When you combine that tax hit with the cost of a replacement property, and
_it_ being taxed at the full current rate, it's not worth it.

Those voters who voted No on Prop 5[0], which would have made tax basis
portable statewide, have nobody else to blame for the low property turnover
among long held real property.

[0]
[https://ballotpedia.org/California_Proposition_5,_Property_T...](https://ballotpedia.org/California_Proposition_5,_Property_Tax_Transfer_Initiative_\(2018\))

------
Ericson2314
The simply fact (as articulated by CityLab article whose name I forget) is
"housing cannot be both affordable and a good investment".

Encouraging the desperation of capital through mass home ownership is a cruel
joke.
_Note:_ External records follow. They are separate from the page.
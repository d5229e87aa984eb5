import { DriftService } from '#server/features/drift/drift.service.js';
import { SkyMarkerYearsService } from '#server/features/sky-markers/sky-marker-years.service.js';
import { SkyMarkersService } from '#server/features/sky-markers/sky-markers.service.js';
import { FinderService } from '#server/features/finder/finder.service.js';
import {
  finderQuery,
  type ComparisonInput,
  type FinderAnswer,
  type YearsAnswer,
} from '#shared/contracts/finder.js';
import { driftQuery, type DriftAnswer } from '#shared/contracts/drift.js';
import { skyMarkerQuestion } from '#shared/contracts/sky-markers.js';
import type { Place } from '#shared/contracts/places.js';
import { TAZIMEL } from './stars-of-tazimel.js';
import { watchedPlaces } from './watched-places.js';

/** What the server answers for the demo's place, or one like it: computed, never written down. */

const NOBODY = undefined as never;

export function found(search: URLSearchParams, place: Place = TAZIMEL): Promise<FinderAnswer> {
  const query = finderQuery.parse(Object.fromEntries(search));
  return new FinderService(watchedPlaces(place)).find(NOBODY, place.id, query);
}

export async function markerNames(): Promise<unknown> {
  return {
    items: await new FinderService(watchedPlaces(TAZIMEL)).names(NOBODY, TAZIMEL.id),
    nextCursor: null,
  };
}

export function years(body: unknown, place: Place = TAZIMEL): Promise<YearsAnswer> {
  return new FinderService(watchedPlaces(place)).compareYears(NOBODY, place.id, body as ComparisonInput);
}

/** The dates of one sign of the sky. */
export function skySign(body: unknown): Promise<unknown> {
  const signs = new SkyMarkersService(watchedPlaces(TAZIMEL), new SkyMarkerYearsService());
  return signs.compute(NOBODY, TAZIMEL.id, skyMarkerQuestion.parse(body));
}

export async function skySigns(search: URLSearchParams, place: Place = TAZIMEL): Promise<unknown> {
  const signs = new SkyMarkersService(watchedPlaces(place), new SkyMarkerYearsService());
  return { items: await signs.list(NOBODY, place.id, Number(search.get('year'))), nextCursor: null };
}

export function drifted(markerKey: string, search: URLSearchParams): Promise<DriftAnswer> {
  const query = driftQuery.parse(Object.fromEntries(search));
  return new DriftService(watchedPlaces(TAZIMEL)).read(NOBODY, TAZIMEL.id, markerKey, query);
}
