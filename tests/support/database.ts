import { createConnection } from 'mysql2/promise';
import type { DataSource } from 'typeorm';
import { inject } from 'vitest';
import { createDataSource, DATABASE_COLLATION } from '#server/db/data-source.js';
import { migrate } from '#server/db/migrate.js';

/**
 * A migrated database without a row, for one test file: `beforeAll(async () => { db = await
 * openTestDatabase(); })` and `afterAll(() => db.destroy())`.
 *
 * Each Vitest worker has a database of its own, so files run side by side and never see each other.
 */
export async function openTestDatabase(): Promise<DataSource> {
  const server = inject('mariadb');
  const name = `dawnpeg_test_${process.env['VITEST_POOL_ID'] ?? '1'}`;
  const connection = await createConnection(server);
  await connection.query(
    `CREATE DATABASE IF NOT EXISTS ${name} CHARACTER SET utf8mb4 COLLATE ${DATABASE_COLLATION}`,
  );
  await connection.end();

  const dataSource = createDataSource({ ...server, name, poolSize: 4 });
  await dataSource.initialize();
  await migrate(dataSource);
  await emptyTestDatabase(dataSource);
  return dataSource;
}

/** Takes all rows out again, in one go: between tests that each want to begin with nothing. */
export async function emptyTestDatabase(dataSource: DataSource): Promise<void> {
  const tables = dataSource.entityMetadatas.map((entity) => entity.tablePath);
  const runner = dataSource.createQueryRunner();
  try {
    await runner.query('SET FOREIGN_KEY_CHECKS = 0');
    for (const table of tables) await runner.query(`DELETE FROM \`${table}\``);
    await runner.query('SET FOREIGN_KEY_CHECKS = 1');
  } finally {
    await runner.release();
  }
}
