/** Well-formed, so that only the gate can stop them; an old version number keeps most from changing anything. */
function bodyOf(endpoint: Endpoint, role: Role | null, village: Village): object {
  const { id: _id, version: _version, ...settings } = village.community;
  const { id: _placeId, communityId: _communityId, version: _placeVersion, ...place } = village.place;
  const stale = { version: 999 };
  const speaksForAnElder = role === 'officer' || role === 'steward';
  const bodies: Record<string, () => object> = {
    signIn: () => ({ email: 'observer@dawnpeg.example', password: DEMO_PASSWORD }),
    changePassword: () => ({ currentPassword: 'not mine', newPassword: 'never comes to be' }),
    openCard: () => ({ code: 'AAABBBCCCDDDEEEFFF' }),
    chooseCardPin: () => ({ code: 'AAABBBCCCDDDEEEFFF', pin: '4711' }),
    signInByCard: () => ({ code: 'AAABBBCCCDDDEEEFFF', pin: '4711' }),
    printCard: () => ({ code: 'AAABBBCCCDDDEEEFFF', name: '', size: 'a7' }),
    redeemCode: () => ({ email: 'a@example.org', code: 'ABCD-EFGH-JKMN', newPassword: 'never comes to be' }),
    resetPassword: () => ({
      token: `${village.personId}.${'0'.repeat(64)}`,
      newPassword: 'never comes to be',
    }),
    leaveForGood: () => ({ password: 'not mine', takeBackGiven: false }),
    askForResetLetter: () => ({ email: 'a@example.org' }),
    saveLetterChoice: () => ({
      channel: 'none',
      rhythm: 'each',
      visitMe: false,
      quietHours: null,
      ...stale,
    }),
    setUpFirstSteward: () => ({
      token: 'there is no such token',
      email: 'a@example.org',
      displayName: 'A',
      newPassword: 'never comes to be',
      communityName: 'Nowhere',
    }),
    updateCommunity: () => ({ ...settings, ...stale }),
    addPerson: () => ({ email: 'new@example.org', displayName: 'New', roles: ['observer'] }),
    updatePerson: () => ({ roles: ['observer'], ...stale }),
    createPlace: () => place,
    updatePlace: () => ({ ...place, ...stale }),
    createFigure: () => figureInput(),
    updateFigure: () => ({ ...figureInput(), ...stale }),
    createAttachment: () => attachmentInput({ subjectId: village.figureId }),
    addAttachmentPart: () => ({ part: 1, seconds: 2 }),
    saveAttachmentWords: () => ({
      kind: 'words',
      language: 'en',
      text: 'As told',
      checkedBySpeaker: false,
      ...stale,
    }),
    previewSkylineEffects: () => ({ place, year: 2027 }),
    compareMarkerYears: () => ({
      years: [2027],
      markers: [{ markerKey: 'pleiades', phenomenon: 'heliacal-rising' }],
    }),
    computeSkyMarker: () => ({ year: 2027, spec: { kind: 'zenith-sun' } }),
    createCalendar: () => ({ placeId: village.place.id, year: 2031 }),
    // An elder writes what is kept; the village's entries are the officer's.
    addEntry: () => entryInput(role === 'elder' ? { sharingLevel: 'elders' } : {}),
    updateEntry: () => ({ content: entryInput(), ...stale }),
    putActualDays: () => ({ from: '2027-06-24', to: null, saidBy: 'Elder A-1', plots: '' }),
    addVariant: () => variantInput(),
    updateVariant: () => ({ content: variantInput(), ...stale }),
    addNote: () => noteInput({ subjectType: 'figure', subjectId: village.figureId }),
    answerNote: () => ({ text: 'So it is told here, too' }),
    addGroup: () => ({ name: `Menders ${role ?? ''}`, memberIds: [village.elderId] }),
    updateGroup: () => ({ name: 'Menders', memberIds: [village.elderId], ...stale }),
    // Nobody of these gave it or is asked for it: the thing stays.
    withdrawItem: () => ({ leavesTrace: true, askedById: village.place.id }),
    noteDeath: () => ({ diedOn: '2026-11-01', removesForGood: false }),
    pauseItem: () => ({ askedById: village.place.id }),
    removeSound: () => ({ askedById: village.place.id }),
    // Without a card there is no PIN: nobody begins to be helped in the middle of this.
    startHelping: () => ({ personId: village.elderId, pin: '9025' }),
    addConsent: () => ({ ...asked(), itemType: 'entry', itemId: village.entryId }),
    changeConsent: () => ({ content: asked(), ...stale }),
    withdrawConsent: () => stale,
    addSpokenConsent: () => ({ ...spokenContent(), itemType: 'entry', itemId: village.entryId }),
    changeSpokenConsent: () => ({ content: spokenContent(), ...stale }),
    changeSharing: () => ({ sharing: { level: 'village', ...PLAIN_DETAILS }, ...stale }),
    reorderEntries: () => ({ entryIds: [village.entryId] }),
    askChanges: () => ({ reason: 'taken-back', note: '' }),
    recallVersion: () => ({ note: 'A wrong date' }),
    putAnswer: () => (speaksForAnElder ? says({ onBehalfOf: village.elderId, witness: 'Tirel' }) : says()),
    putSpokenAnswer: () => ({ answer: 'agree', note: '', onBehalfOf: village.elderId }),
    putOwnAnswer: () => ({ answer: 'agree', note: '' }),
    typeInMeeting: () => ({
      heldOn: '2026-12-01',
      witness: 'Tirel',
      answers: [{ elderId: village.elderId, entryId: village.entryId, answer: 'agree', note: '' }],
    }),
    signVersion: () => ({ role: role === 'steward' ? 'steward' : 'elder' }),
  };
  const make = bodies[endpoint.id];
  if (!make) throw new Error(`Say in this test what ${endpoint.id} is sent.`);
  return make();
}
Even ignoring the fact that relatively few "homeowners" have paid off
their morgage ([https://fivethirtyeight.com/features/how-many-homeowners-
hav...](https://fivethirtyeight.com/features/how-many-homeowners-have-paid-
off-their-mortgages/)), the value extracted is basically by rent seeking
against other maybe future member of the same "middle class".

People should own capital through a UBI (common ownership of a bit of
everything) or actual productive enterprise (your immigrant small businesses),
not price gouge each other.

------
JMTQp8lwXL
Prop 13 is rent control by another name. I would love to hear economists speak
as damningly about Prop 13 as they regularly do about rent control.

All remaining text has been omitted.